Exercise goal:
Report every line from the following entries that contains the string "slug".

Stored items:
from django.urls import path

from portal.datasets import views

app_name = "datasets"
urlpatterns = [
    path("sites/<slug:site_slug>/upload/", views.upload_new, name="upload_new"),
    path("uploads/<int:upload_id>/", views.upload_detail, name="upload"),
    path("uploads/<int:upload_id>/status/", views.upload_status, name="upload_status"),
    path("uploads/<int:upload_id>/report.<slug:fmt>", views.upload_report, name="upload_report"),
    path("uploads/<int:upload_id>/confirm/", views.upload_confirm, name="upload_confirm"),
    path("uploads/<int:upload_id>/cancel/", views.upload_cancel, name="upload_cancel"),
    path("versions/<int:version_id>/", views.version_detail, name="version"),
    path("versions/<int:version_id>/restore/", views.version_restore, name="restore"),
    path("versions/<int:version_id>/download/", views.download_version, name="download_version"),
    path("versions/<int:version_id>/files/<int:file_id>/", views.download_file,
         name="download_file"),
]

Reply to the exercise:
    path("sites/<slug:site_slug>/upload/", views.upload_new, name="upload_new"),
    path("uploads/<int:upload_id>/report.<slug:fmt>", views.upload_report, name="upload_report"),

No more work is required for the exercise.